Pursuant to the same orders, the Israeli Military Attaché must respond to the complaint within eight weeks. Of this, Odeh says “it is very normal in most cases for a response to never be issued. In the cases where it is, it is usually declined, and may take an entire year to come.” Aside from that, there are no special regulations for handling emergency cases like funerals.

Filing a complaint to the Israeli Military Attaché is considered a prerequisite for filing a case in the Israeli Supreme Court. The court may take months to set a date for the case, meaning added delays for the banned party. Usually, the court session will last for a few minutes during which the court will look at confidential files provided by the secret services and listen to the reasons the Palestinian will present for travel.

A few weeks ago, a case concerning two sisters from Hebron (30 and 34) who wanted to travel to Jordan to attend their brother’s wedding was filed by a Palestinian lawyer. The response from the Occupation was that they were both “activists working for hamas”, and that the defence lawyer was not privy to further details or any evidence. The session lasted two minutes, and in it the judge studied the confidential file provided by the secret service and rejected the case, upholding the ban.

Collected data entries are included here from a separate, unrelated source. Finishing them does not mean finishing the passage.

/// One Halley step toward the steady state above threshold, from the
/// anchor `a`; `None` where the general [`steady_state`] must decide
/// (photon density not positive, slope of the wrong sign, a step out of
/// the physical range, or too close to threshold, where the photon
/// equation is the better conditioned form).
///
/// The equation is that of [`steady_state`] multiplied through by
/// w = 1 + eps S > 0, so its evaluation has no division: with
/// S = Gamma tau_p (J - f R0(N)) and sigma = Gamma beta f B,
/// `G(N) = c2 S^2 + c1(N) S + k0(N)`, `c2 = eps / tau_p`,
/// `c1 = 1/tau_p - Gamma v_g g_N(N) - eps sigma N^2`, `k0 = -sigma N^2`.
/// G = w F vanishes exactly where F does (G' = w F' there). Everything
/// that depends on N alone comes from the anchor, so the step needs only
/// the operations that involve J and f. S at the new N follows from the
/// exact Taylor expansion of the cubic S(N).
#[inline]
fn halley_from(m: &Model, f: f64, j: f64, a: &Anchor) -> Option<HalleyStep> {
    let (n, nn) = (a.n, a.nn);
    let (ea, c2) = (m.inv_tau_p, m.c2);
    let sigma = m.sigma1 * f;
    let sig_eps = sigma * m.eps;
    let s = m.gt * j - f * a.p0;
    let (sp, spp) = (-f * a.p1, -f * a.p2);
    let c1 = a.e0 - sig_eps * nn;
    let c1p = -a.gv_gp - 2.0 * sig_eps * n;
    let c1pp = -a.gv_gpp - 2.0 * sig_eps;
    let (k0, k0p, k0pp) = (-sigma * nn, -2.0 * sigma * n, -2.0 * sigma);
    let lin = 2.0 * c2 * s + c1;
    let gval = (c2 * s + c1) * s + k0;
    let d1 = lin * sp + c1p * s + k0p;
    let d2 = 2.0 * c2 * sp * sp + lin * spp + 2.0 * c1p * sp + c1pp * s + k0pp;
    if !(s > 0.0 && d1 < 0.0) {
        return None;
    }
    let step = gval * d1 / (d1 * d1 - 0.5 * gval * d2);
    let n_new = n - step;
    // The third derivative of S is the same at every N.
    let s3_6 = m.s3_1 * f * (1.0 / 6.0);
    let s_new = s - step * (sp - step * (0.5 * spp - step * s3_6));
    if !(n_new > 0.0 && s_new > 0.0) || sigma * n_new * n_new > 0.5 * ea * s_new {
        return None;
    }
    let q = d2 * step;
    let converged = step.abs() <= 1e-12 * n
        || (step.abs() <= 1e-3 * n && (q * q * step).abs() <= 1e-12 * n * d1 * d1);
    Some(HalleyStep {
        n: n_new,
        s: s_new,
        converged,
    })
}

/// Carrier density with no optical feedback: f R(N) = j.
fn dark_state(m: &Model, f: f64, j: f64) -> f64 {
    if j.is_nan() || j <= 0.0 {
        return 0.0;
    }
    let (fa, fb, fc) = (f * m.a, f * m.b, f * m.c);
    // Start above the root (each term alone would reach j), so Newton on the
    // convex increasing R(N) descends monotonically.
    let mut n = f64::INFINITY;
    if fa > 0.0 {
        n = n.min(j / fa);
    }
    if fb > 0.0 {
        n = n.min((j / fb).sqrt());
    }
    if fc > 0.0 {
        n = n.min((j / fc).cbrt());
    }
    for _ in 0..100 {
        let g = ((fc * n + fb) * n + fa) * n - j;
        let gp = (3.0 * fc * n + 2.0 * fb) * n + fa;
        let dn = g / gp;
        n -= dn;
        if dn.abs() <= 1e-14 * n {
            break;
        }
    }
    n.max(0.0)
}

/// Tolerance of the dynamic integrator (on the scaled state n = N/N_th,
/// s = S/S_u).
#[derive(Clone, Copy, Debug, PartialEq)]
pub struct Tolerance {
    /// Relative tolerance.
    pub rtol: f64,
    /// Absolute tolerance (scaled units).
    pub atol: f64,
}

impl Default for Tolerance {
    fn default() -> Self {
        Self {
            rtol: 1e-6,
            atol: 1e-9,
        }
    }
}

/// A laser diode with state: carrier and photon density, facet damage and age.
#[derive(Clone, Debug)]
pub struct Diode {
    params: DiodeParams,
    m: Model,
    n: f64,
    s: f64,
    damaged: bool,
    age_hours: f64,
    k_th: f64,
    k_sl: f64,
    p_filt: f64,
    h_next: f64,
    tol: Tolerance,
    stats: DynamicStats,
    /// Where the quasi-static Halley step starts from (see
    /// [`Diode::step_quasi_static`]).
    anchor: Option<Anchor>,
    /// exp(dT/T0), exp(-dT/T1), ln(I/I_s) and exp(-ln(1 + I/I_s(T)))
    /// continued from the previous tick (see [`super::near`]).
    near: NearTerms,
}

/// The slowly varying transcendental terms of [`Diode::step_quasi_static`].
#[derive(Clone, Copy, Debug, Default)]
struct NearTerms {
    t0: ExpNear,
    t1: ExpNear,
    ratio: LnNear,
    vf: ExpNear,
}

In other cases, and based on the reason a Palestinian presents for travel, the court may allow them to travel despite the confidential file, but under strict conditions. Among them is limiting which countries they are allowed to visit, or setting a time limit. In one instance, a woman was given 42 hours to go to Jordan for her daughter’s wedding and return. In other cases, the court will refuse to allow a banned person to travel to specific countries like Turkey and Malaysia for Israeli security considerations, as these countries are considered headquarters for activists in the Palestinian resistance.

The Israeli Occupation uses bans on travel as a tool to punish and limit Palestinians. In 2014, during the period in which the three settlers were kidnapped, the entire population of the Hebron Province aged below 50 were banned from travelling for close to a month and a half as a blatant restrictive procedure to the hub of popular resistance. According to Hilmi Alaraj, bans increased last year after a shooting that took place in Beit Furik in southern Nablus.

Odeh stipulates that in many cases, individuals banned from travel are blackmailed in an attempt to recruit them to work as agents for the Occupation’s intelligence. Odeh clarifies that in those cases, intelligence officers summon the banned person for interrogation and offer them a position as an agent, but do so in a clandestine and indirect way.